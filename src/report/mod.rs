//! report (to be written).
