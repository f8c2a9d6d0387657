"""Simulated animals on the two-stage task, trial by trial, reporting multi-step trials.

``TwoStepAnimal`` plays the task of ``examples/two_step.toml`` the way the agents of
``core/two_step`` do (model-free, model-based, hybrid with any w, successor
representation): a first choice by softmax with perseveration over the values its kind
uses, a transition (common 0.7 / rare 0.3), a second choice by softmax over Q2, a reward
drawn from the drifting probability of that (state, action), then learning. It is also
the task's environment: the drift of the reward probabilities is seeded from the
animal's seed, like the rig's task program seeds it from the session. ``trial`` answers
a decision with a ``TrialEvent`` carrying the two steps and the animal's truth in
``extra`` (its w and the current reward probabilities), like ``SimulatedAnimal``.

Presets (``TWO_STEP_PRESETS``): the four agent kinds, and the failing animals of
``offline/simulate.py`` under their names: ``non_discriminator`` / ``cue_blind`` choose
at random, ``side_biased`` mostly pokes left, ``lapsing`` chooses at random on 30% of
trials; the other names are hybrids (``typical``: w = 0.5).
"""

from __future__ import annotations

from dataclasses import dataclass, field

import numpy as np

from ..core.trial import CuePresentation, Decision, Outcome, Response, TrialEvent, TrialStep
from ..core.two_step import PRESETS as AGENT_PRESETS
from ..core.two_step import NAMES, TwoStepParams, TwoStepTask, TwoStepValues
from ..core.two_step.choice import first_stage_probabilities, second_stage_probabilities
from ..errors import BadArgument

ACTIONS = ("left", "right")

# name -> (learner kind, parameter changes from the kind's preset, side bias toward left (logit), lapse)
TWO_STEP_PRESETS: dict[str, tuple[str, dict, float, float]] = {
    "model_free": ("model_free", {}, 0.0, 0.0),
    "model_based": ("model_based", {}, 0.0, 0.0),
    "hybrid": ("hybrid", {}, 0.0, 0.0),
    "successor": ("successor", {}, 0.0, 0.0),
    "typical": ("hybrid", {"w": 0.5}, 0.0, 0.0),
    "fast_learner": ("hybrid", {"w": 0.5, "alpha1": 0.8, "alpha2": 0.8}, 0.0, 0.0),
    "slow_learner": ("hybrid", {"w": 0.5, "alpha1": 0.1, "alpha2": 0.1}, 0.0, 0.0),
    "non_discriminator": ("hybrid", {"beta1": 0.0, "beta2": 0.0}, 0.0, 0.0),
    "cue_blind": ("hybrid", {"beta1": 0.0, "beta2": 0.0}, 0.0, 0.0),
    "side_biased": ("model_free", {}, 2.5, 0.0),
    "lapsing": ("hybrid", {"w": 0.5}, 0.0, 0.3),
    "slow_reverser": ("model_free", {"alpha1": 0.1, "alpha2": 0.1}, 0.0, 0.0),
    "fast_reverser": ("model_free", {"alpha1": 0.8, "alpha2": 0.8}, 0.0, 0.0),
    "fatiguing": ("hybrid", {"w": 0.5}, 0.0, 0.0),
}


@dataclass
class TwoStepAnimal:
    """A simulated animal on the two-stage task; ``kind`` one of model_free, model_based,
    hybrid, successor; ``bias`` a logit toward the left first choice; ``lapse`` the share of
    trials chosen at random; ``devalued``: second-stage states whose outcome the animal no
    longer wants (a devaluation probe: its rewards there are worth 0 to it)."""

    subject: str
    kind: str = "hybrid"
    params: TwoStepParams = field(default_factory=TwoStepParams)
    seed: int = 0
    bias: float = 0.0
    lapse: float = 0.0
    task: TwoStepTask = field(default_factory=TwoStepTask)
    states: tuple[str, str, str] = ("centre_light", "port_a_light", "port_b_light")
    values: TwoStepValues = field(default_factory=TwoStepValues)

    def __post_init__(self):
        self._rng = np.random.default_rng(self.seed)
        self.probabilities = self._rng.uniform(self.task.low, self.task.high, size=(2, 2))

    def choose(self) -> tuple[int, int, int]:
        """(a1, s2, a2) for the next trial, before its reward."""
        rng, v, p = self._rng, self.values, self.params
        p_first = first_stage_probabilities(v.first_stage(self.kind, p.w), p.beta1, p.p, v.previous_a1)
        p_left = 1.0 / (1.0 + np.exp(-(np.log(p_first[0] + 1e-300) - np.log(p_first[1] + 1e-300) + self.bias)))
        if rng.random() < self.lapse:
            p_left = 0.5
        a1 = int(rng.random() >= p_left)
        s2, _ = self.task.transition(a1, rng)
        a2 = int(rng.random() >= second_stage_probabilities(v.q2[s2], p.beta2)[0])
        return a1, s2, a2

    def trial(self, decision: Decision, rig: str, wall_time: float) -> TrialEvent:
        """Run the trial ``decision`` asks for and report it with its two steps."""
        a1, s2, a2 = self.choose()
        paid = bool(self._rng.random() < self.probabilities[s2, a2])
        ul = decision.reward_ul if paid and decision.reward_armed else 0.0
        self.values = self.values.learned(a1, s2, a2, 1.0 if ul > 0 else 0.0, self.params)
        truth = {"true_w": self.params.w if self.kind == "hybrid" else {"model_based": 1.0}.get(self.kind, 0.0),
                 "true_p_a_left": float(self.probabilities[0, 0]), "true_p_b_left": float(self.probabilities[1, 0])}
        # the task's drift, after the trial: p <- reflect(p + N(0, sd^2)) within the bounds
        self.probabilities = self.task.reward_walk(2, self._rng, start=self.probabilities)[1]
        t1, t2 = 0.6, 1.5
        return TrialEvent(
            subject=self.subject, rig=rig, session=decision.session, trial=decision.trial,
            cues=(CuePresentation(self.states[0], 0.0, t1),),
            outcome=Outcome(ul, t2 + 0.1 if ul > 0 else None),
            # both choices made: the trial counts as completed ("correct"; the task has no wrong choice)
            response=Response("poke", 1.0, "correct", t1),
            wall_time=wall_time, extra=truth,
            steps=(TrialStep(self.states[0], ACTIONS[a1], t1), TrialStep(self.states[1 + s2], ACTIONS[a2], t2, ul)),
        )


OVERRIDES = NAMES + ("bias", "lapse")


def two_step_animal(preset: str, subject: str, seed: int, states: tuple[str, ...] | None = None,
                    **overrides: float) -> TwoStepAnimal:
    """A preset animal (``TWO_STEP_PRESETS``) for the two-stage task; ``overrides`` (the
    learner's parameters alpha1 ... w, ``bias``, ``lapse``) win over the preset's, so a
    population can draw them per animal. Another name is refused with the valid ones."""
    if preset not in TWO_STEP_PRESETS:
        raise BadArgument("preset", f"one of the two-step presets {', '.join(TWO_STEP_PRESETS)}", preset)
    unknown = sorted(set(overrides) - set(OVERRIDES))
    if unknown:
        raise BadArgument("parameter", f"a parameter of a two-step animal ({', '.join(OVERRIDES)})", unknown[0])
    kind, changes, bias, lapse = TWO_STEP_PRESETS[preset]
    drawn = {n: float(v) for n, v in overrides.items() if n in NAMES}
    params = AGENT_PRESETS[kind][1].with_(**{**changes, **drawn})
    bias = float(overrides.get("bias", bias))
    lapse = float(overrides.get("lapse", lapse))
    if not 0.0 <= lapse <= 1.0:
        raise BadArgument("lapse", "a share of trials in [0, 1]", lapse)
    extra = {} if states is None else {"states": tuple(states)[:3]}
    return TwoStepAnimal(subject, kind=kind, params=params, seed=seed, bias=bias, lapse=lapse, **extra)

▸ What to do
Go through the listing and print each line exactly as it appears.

▸ Exercise answer
filename src/report/mod.rs
//! report (to be written).
repository f8c2a9d6d0387657
"""Simulated animals on the two-stage task, trial by trial, reporting multi-step trials.

``TwoStepAnimal`` plays the task of ``examples/two_step.toml`` the way the agents of
``core/two_step`` do (model-free, model-based, hybrid with any w, successor
representation): a first choice by softmax with perseveration over the values its kind
uses, a transition (common 0.7 / rare 0.3), a second choice by softmax over Q2, a reward
drawn from the drifting probability of that (state, action), then learning. It is also
the task's environment: the drift of the reward probabilities is seeded from the
animal's seed, like the rig's task program seeds it from the session. ``trial`` answers
a decision with a ``TrialEvent`` carrying the two steps and the animal's truth in
``extra`` (its w and the current reward probabilities), like ``SimulatedAnimal``.

Presets (``TWO_STEP_PRESETS``): the four agent kinds, and the failing animals of
``offline/simulate.py`` under their names: ``non_discriminator`` / ``cue_blind`` choose
at random, ``side_biased`` mostly pokes left, ``lapsing`` chooses at random on 30% of
trials; the other names are hybrids (``typical``: w = 0.5).
"""

from __future__ import annotations

from dataclasses import dataclass, field

import numpy as np

from ..core.trial import CuePresentation, Decision, Outcome, Response, TrialEvent, TrialStep
from ..core.two_step import PRESETS as AGENT_PRESETS
from ..core.two_step import NAMES, TwoStepParams, TwoStepTask, TwoStepValues
from ..core.two_step.choice import first_stage_probabilities, second_stage_probabilities
from ..errors import BadArgument

ACTIONS = ("left", "right")

# name -> (learner kind, parameter changes from the kind's preset, side bias toward left (logit), lapse)
TWO_STEP_PRESETS: dict[str, tuple[str, dict, float, float]] = {
    "model_free": ("model_free", {}, 0.0, 0.0),
    "model_based": ("model_based", {}, 0.0, 0.0),
    "hybrid": ("hybrid", {}, 0.0, 0.0),
    "successor": ("successor", {}, 0.0, 0.0),
    "typical": ("hybrid", {"w": 0.5}, 0.0, 0.0),
    "fast_learner": ("hybrid", {"w": 0.5, "alpha1": 0.8, "alpha2": 0.8}, 0.0, 0.0),
    "slow_learner": ("hybrid", {"w": 0.5, "alpha1": 0.1, "alpha2": 0.1}, 0.0, 0.0),
    "non_discriminator": ("hybrid", {"beta1": 0.0, "beta2": 0.0}, 0.0, 0.0),
    "cue_blind": ("hybrid", {"beta1": 0.0, "beta2": 0.0}, 0.0, 0.0),
    "side_biased": ("model_free", {}, 2.5, 0.0),
    "lapsing": ("hybrid", {"w": 0.5}, 0.0, 0.3),
    "slow_reverser": ("model_free", {"alpha1": 0.1, "alpha2": 0.1}, 0.0, 0.0),
    "fast_reverser": ("model_free", {"alpha1": 0.8, "alpha2": 0.8}, 0.0, 0.0),
    "fatiguing": ("hybrid", {"w": 0.5}, 0.0, 0.0),
}


@dataclass
class TwoStepAnimal:
    """A simulated animal on the two-stage task; ``kind`` one of model_free, model_based,
    hybrid, successor; ``bias`` a logit toward the left first choice; ``lapse`` the share of
    trials chosen at random; ``devalued``: second-stage states whose outcome the animal no
    longer wants (a devaluation probe: its rewards there are worth 0 to it)."""

    subject: str
    kind: str = "hybrid"
    params: TwoStepParams = field(default_factory=TwoStepParams)
    seed: int = 0
    bias: float = 0.0
    lapse: float = 0.0
    task: TwoStepTask = field(default_factory=TwoStepTask)
    states: tuple[str, str, str] = ("centre_light", "port_a_light", "port_b_light")
    values: TwoStepValues = field(default_factory=TwoStepValues)

    def __post_init__(self):
        self._rng = np.random.default_rng(self.seed)
        self.probabilities = self._rng.uniform(self.task.low, self.task.high, size=(2, 2))

    def choose(self) -> tuple[int, int, int]:
        """(a1, s2, a2) for the next trial, before its reward."""
        rng, v, p = self._rng, self.values, self.params
        p_first = first_stage_probabilities(v.first_stage(self.kind, p.w), p.beta1, p.p, v.previous_a1)
        p_left = 1.0 / (1.0 + np.exp(-(np.log(p_first[0] + 1e-300) - np.log(p_first[1] + 1e-300) + self.bias)))
        if rng.random() < self.lapse:
            p_left = 0.5
        a1 = int(rng.random() >= p_left)
        s2, _ = self.task.transition(a1, rng)
        a2 = int(rng.random() >= second_stage_probabilities(v.q2[s2], p.beta2)[0])
        return a1, s2, a2

    def trial(self, decision: Decision, rig: str, wall_time: float) -> TrialEvent:
        """Run the trial ``decision`` asks for and report it with its two steps."""
        a1, s2, a2 = self.choose()
        paid = bool(self._rng.random() < self.probabilities[s2, a2])
        ul = decision.reward_ul if paid and decision.reward_armed else 0.0
        self.values = self.values.learned(a1, s2, a2, 1.0 if ul > 0 else 0.0, self.params)
        truth = {"true_w": self.params.w if self.kind == "hybrid" else {"model_based": 1.0}.get(self.kind, 0.0),
                 "true_p_a_left": float(self.probabilities[0, 0]), "true_p_b_left": float(self.probabilities[1, 0])}
        # the task's drift, after the trial: p <- reflect(p + N(0, sd^2)) within the bounds
        self.probabilities = self.task.reward_walk(2, self._rng, start=self.probabilities)[1]
        t1, t2 = 0.6, 1.5
        return TrialEvent(
            subject=self.subject, rig=rig, session=decision.session, trial=decision.trial,
            cues=(CuePresentation(self.states[0], 0.0, t1),),
            outcome=Outcome(ul, t2 + 0.1 if ul > 0 else None),
            # both choices made: the trial counts as completed ("correct"; the task has no wrong choice)
            response=Response("poke", 1.0, "correct", t1),
            wall_time=wall_time, extra=truth,
            steps=(TrialStep(self.states[0], ACTIONS[a1], t1), TrialStep(self.states[1 + s2], ACTIONS[a2], t2, ul)),
        )


OVERRIDES = NAMES + ("bias", "lapse")


def two_step_animal(preset: str, subject: str, seed: int, states: tuple[str, ...] | None = None,
                    **overrides: float) -> TwoStepAnimal:
    """A preset animal (``TWO_STEP_PRESETS``) for the two-stage task; ``overrides`` (the
    learner's parameters alpha1 ... w, ``bias``, ``lapse``) win over the preset's, so a
    population can draw them per animal. Another name is refused with the valid ones."""
    if preset not in TWO_STEP_PRESETS:
        raise BadArgument("preset", f"one of the two-step presets {', '.join(TWO_STEP_PRESETS)}", preset)
    unknown = sorted(set(overrides) - set(OVERRIDES))
    if unknown:
        raise BadArgument("parameter", f"a parameter of a two-step animal ({', '.join(OVERRIDES)})", unknown[0])
    kind, changes, bias, lapse = TWO_STEP_PRESETS[preset]
    drawn = {n: float(v) for n, v in overrides.items() if n in NAMES}
    params = AGENT_PRESETS[kind][1].with_(**{**changes, **drawn})
    bias = float(overrides.get("bias", bias))
    lapse = float(overrides.get("lapse", lapse))
    if not 0.0 <= lapse <= 1.0:
        raise BadArgument("lapse", "a share of trials in [0, 1]", lapse)
    extra = {} if states is None else {"states": tuple(states)[:3]}
    return TwoStepAnimal(subject, kind=kind, params=params, seed=seed, bias=bias, lapse=lapse, **extra)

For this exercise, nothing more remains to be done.